Discover the answers you need at Westonci.ca, where experts provide clear and concise information on various topics. Explore a wealth of knowledge from professionals across different disciplines on our comprehensive platform. Get quick and reliable solutions to your questions from a community of experienced experts on our platform.
Sagot :
Sure, let's solve the expression \(\frac{4r - t + s}{2}\) step-by-step given that \( r = 4 \), \( t = 1 \), and \( s = 2 \).
1. Substitute the given values into the expression:
[tex]\[ \frac{4r - t + s}{2} \rightarrow \frac{4 \cdot 4 - 1 + 2}{2} \][/tex]
2. Calculate the value inside the numerator first:
\( 4 \cdot 4 = 16 \)
So the expression now is:
[tex]\[ \frac{16 - 1 + 2}{2} \][/tex]
3. Perform the subtraction and addition in the numerator:
\( 16 - 1 = 15 \)
\( 15 + 2 = 17 \)
Now the expression is:
[tex]\[ \frac{17}{2} \][/tex]
4. Finally, perform the division:
[tex]\[ \frac{17}{2} = 8.5 \][/tex]
So, the value of [tex]\(\frac{4r - t + s}{2}\)[/tex] when [tex]\( r = 4 \)[/tex], [tex]\( t = 1 \)[/tex], and [tex]\( s = 2 \)[/tex] is [tex]\( 8.5 \)[/tex].
1. Substitute the given values into the expression:
[tex]\[ \frac{4r - t + s}{2} \rightarrow \frac{4 \cdot 4 - 1 + 2}{2} \][/tex]
2. Calculate the value inside the numerator first:
\( 4 \cdot 4 = 16 \)
So the expression now is:
[tex]\[ \frac{16 - 1 + 2}{2} \][/tex]
3. Perform the subtraction and addition in the numerator:
\( 16 - 1 = 15 \)
\( 15 + 2 = 17 \)
Now the expression is:
[tex]\[ \frac{17}{2} \][/tex]
4. Finally, perform the division:
[tex]\[ \frac{17}{2} = 8.5 \][/tex]
So, the value of [tex]\(\frac{4r - t + s}{2}\)[/tex] when [tex]\( r = 4 \)[/tex], [tex]\( t = 1 \)[/tex], and [tex]\( s = 2 \)[/tex] is [tex]\( 8.5 \)[/tex].

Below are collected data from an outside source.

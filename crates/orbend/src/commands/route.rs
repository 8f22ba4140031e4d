//! From the words of the command line to the path of a sweep.

use std::path::Path;

use orbend_scan::{MappingChoice, Route};
use orbend_structure::{Coordinate, CoordinateKind, FrameValues, Range};

use crate::arguments::{CoordinateArguments, ModelArguments};
use crate::failure::Failure;
use crate::geometry::{self, Geometry};

/// Coordinates and, where they are not simply swept, how they move.
pub(crate) struct Movement {
    pub(crate) coordinates: Vec<Coordinate>,
    pub(crate) route: Option<Route>,
}

/// Reads the coordinates and the files that they name.
pub(crate) fn movement(arguments: &CoordinateArguments) -> Result<Movement, Failure> {
    let mut coordinates = parse_all(
        arguments,
        [
            &arguments.bend,
            &arguments.stretch,
            &arguments.twist,
            &arguments.pyramid,
        ],
        "",
    )?;
    let along = parse_all(
        arguments,
        [
            &arguments.with_bend,
            &arguments.with_stretch,
            &arguments.with_twist,
            &arguments.with_pyramid,
        ],
        "with-",
    )?;
    let other = arguments.toward.is_some() || arguments.along_mode.is_some();
    if (other || arguments.table.is_some()) && !(coordinates.is_empty() && along.is_empty()) {
        return Err(
            Failure::request("a path of its own and coordinates: one of them has to go").fix(
                "give either --toward, --along-mode or --table, or coordinates such as --bend",
            ),
        );
    }
    if let Some(file) = &arguments.table {
        let (coordinates, rows) = table(file, arguments.alone)?;
        return Ok(Movement {
            coordinates,
            route: Some(Route::Table { rows }),
        });
    }
    if along.is_empty() {
        return match coordinates.len() {
            0..=2 => Ok(Movement { coordinates, route: None }),
            more => Err(Failure::request(format!("{more} coordinates: a grid has two at most"))
                .fix("leave some out, or run one sweep for each value; --with-bend, --with-stretch … move in step")),
        };
    }
    if coordinates.len() != 1 {
        return Err(Failure::request(format!(
            "{} coordinates lead those that move in step",
            coordinates.len()
        ))
        .fix("give exactly one of --bend, --stretch, --twist, --pyramid"));
    }
    coordinates.extend(along);
    Ok(Movement {
        coordinates,
        route: Some(Route::Together),
    })
}

/// Whether nothing says how the atoms move.
pub(crate) fn is_still(
    movement: &Movement,
    arguments: &CoordinateArguments,
    geometry: &Geometry,
) -> bool {
    movement.route.is_none()
        && movement.coordinates.is_empty()
        && arguments.toward.is_none()
        && arguments.along_mode.is_none()
        && geometry.frames.len() <= 1
}

/// The route that the geometry's file and the arguments make together.
pub(crate) fn route(
    movement: &Movement,
    arguments: &CoordinateArguments,
    geometry: &mut Geometry,
    model: &ModelArguments,
) -> Result<Route, Failure> {
    if let Some(route) = &movement.route {
        return Ok(route.clone());
    }
    if let Some(file) = &arguments.toward {
        let other = geometry::read(&file.to_string_lossy(), model)?;
        let mut end = other.molecule;
        end.charge = geometry.molecule.charge;
        return Ok(Route::Toward {
            other: Box::new(end),
            points: arguments.steps,
            choice: MappingChoice {
                pairs: pairs(&arguments.map)?,
                keep: arguments.keep.clone(),
            },
        });
    }
    if let Some(text) = &arguments.along_mode {
        let Some(displacement) = geometry.displacement.clone() else {
            return Err(Failure::request("--along-mode: the geometry has no displacement vectors")
                .fix("give an extended XYZ file with Properties=species:S:1:pos:R:3:displacement:R:3"));
        };
        return Ok(Route::AlongMode {
            displacement,
            range: range(text)?,
        });
    }
    if !movement.coordinates.is_empty() {
        return Ok(Route::Coordinates);
    }
    if geometry.frames.len() > 1 {
        geometry
            .warnings
            .retain(|warning| warning.code != "first-frame");
        return Ok(Route::Frames {
            frames: geometry.frames.clone(),
            values: FrameValues::Number,
        });
    }
    Err(Failure::request("no coordinate: a sweep needs something that moves")
        .fix("add for example --bend 2-1-3=90..180:2, --stretch, --twist, --pyramid, --toward FILE, or give a file of several geometries"))
}

/// `7=10`: atoms of the start and of the end, counted from 1.
fn pairs(words: &[String]) -> Result<Vec<(usize, usize)>, Failure> {
    let number = |word: &str| word.trim().parse::<usize>().ok()?.checked_sub(1);
    words
        .iter()
        .map(|word| {
            word.split_once('=')
                .and_then(|(from, to)| Some((number(from)?, number(to)?)))
                .ok_or_else(|| {
                    Failure::request(format!("--map {word}: not a pair of atoms"))
                        .fix("write an atom of this file, `=` and its atom in the other file, for example 7=10")
                })
        })
        .collect()
}

fn parse_all(
    arguments: &CoordinateArguments,
    texts: [&Vec<String>; 4],
    prefix: &str,
) -> Result<Vec<Coordinate>, Failure> {
    let kinds = [
        CoordinateKind::Bend,
        CoordinateKind::Stretch,
        CoordinateKind::Twist,
        CoordinateKind::Pyramid,
    ];
    let mut coordinates = Vec::new();
    for (kind, texts) in kinds.into_iter().zip(texts) {
        for text in texts {
            let mut coordinate = Coordinate::parse(kind, text)
                .map_err(|error| Failure::request(format!("--{prefix}{error}")))?;
            coordinate.alone = arguments.alone;
            coordinates.push(coordinate);
        }
    }
    Ok(coordinates)
}

/// `FROM..TO:STEP`.
fn range(text: &str) -> Result<Range, Failure> {
    let bad = || {
        Failure::request(format!("--along-mode {text}: not a range of amplitudes"))
            .fix("write from..to:step, for example -1..1:0.1")
    };
    let (from, rest) = text.split_once("..").ok_or_else(bad)?;
    let (to, step) = rest.split_once(':').ok_or_else(bad)?;
    let number = |word: &str| word.trim().parse::<f64>().map_err(|_| bad());
    Range::new(number(from)?, number(to)?, number(step)?)
        .map_err(|error| Failure::request(format!("--along-mode {text}: {error}")))
}

/// Coordinates and rows of a CSV table.
fn table(file: &Path, alone: bool) -> Result<(Vec<Coordinate>, Vec<Vec<f64>>), Failure> {
    let name = file.display();
    let text = std::fs::read_to_string(file).map_err(|cause| {
        Failure::request(format!("cannot read the table {name}: {cause}"))
            .fix("name a CSV file with a heading such as `bend 2-1-3,stretch 1-2`")
    })?;
    let mut lines = text
        .lines()
        .enumerate()
        .filter(|(_, line)| !line.trim().is_empty());
    let heading = lines.next().map(|(_, line)| line).unwrap_or_default();
    let mut rows = Vec::new();
    for (index, line) in lines {
        let row = line
            .split(',')
            .map(|cell| {
                cell.trim().trim_matches('"').parse::<f64>().map_err(|_| {
                    Failure::request(format!(
                        "{name}: line {}: `{}` is no number",
                        index + 1,
                        cell.trim()
                    ))
                    .fix("write one number per coordinate, separated by commas")
                })
            })
            .collect::<Result<Vec<f64>, Failure>>()?;
        rows.push(row);
    }
    let mut coordinates = Vec::new();
    for (column, cell) in heading.split(',').enumerate() {
        let cell = cell.trim().trim_matches('"').trim_start_matches('\u{feff}');
        let words: Vec<&str> = cell.split_whitespace().collect();
        let kind = match words.first().copied() {
            Some("bend") => CoordinateKind::Bend,
            Some("stretch") => CoordinateKind::Stretch,
            Some("twist") => CoordinateKind::Twist,
            Some("pyramid") => CoordinateKind::Pyramid,
            _ => {
                return Err(
                    Failure::request(format!("{name}: `{cell}` names no coordinate"))
                        .fix("write a heading such as `bend 2-1-3,stretch 1-2`"),
                );
            }
        };
        let values = rows.iter().filter_map(|row| row.get(column).copied());
        let low = values.clone().fold(f64::INFINITY, f64::min);
        let high = values.fold(f64::NEG_INFINITY, f64::max);
        // The rows hold the values; a range only has to be one.
        let (low, high) = if high > low {
            (low, high)
        } else {
            (0.999 * high, high)
        };
        let text = format!(
            "{}={low}..{high}:{}",
            words.get(1).copied().unwrap_or_default(),
            high - low
        );
        let mut coordinate = Coordinate::parse(kind, &text)
            .map_err(|error| Failure::request(format!("{name}: {error}")))?;
        coordinate.alone = alone;
        coordinates.push(coordinate);
    }
    Ok((coordinates, rows))
}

Thanks for using our service. We're always here to provide accurate and up-to-date answers to all your queries. We appreciate your time. Please revisit us for more reliable answers to any questions you may have. Thank you for using Westonci.ca. Come back for more in-depth answers to all your queries.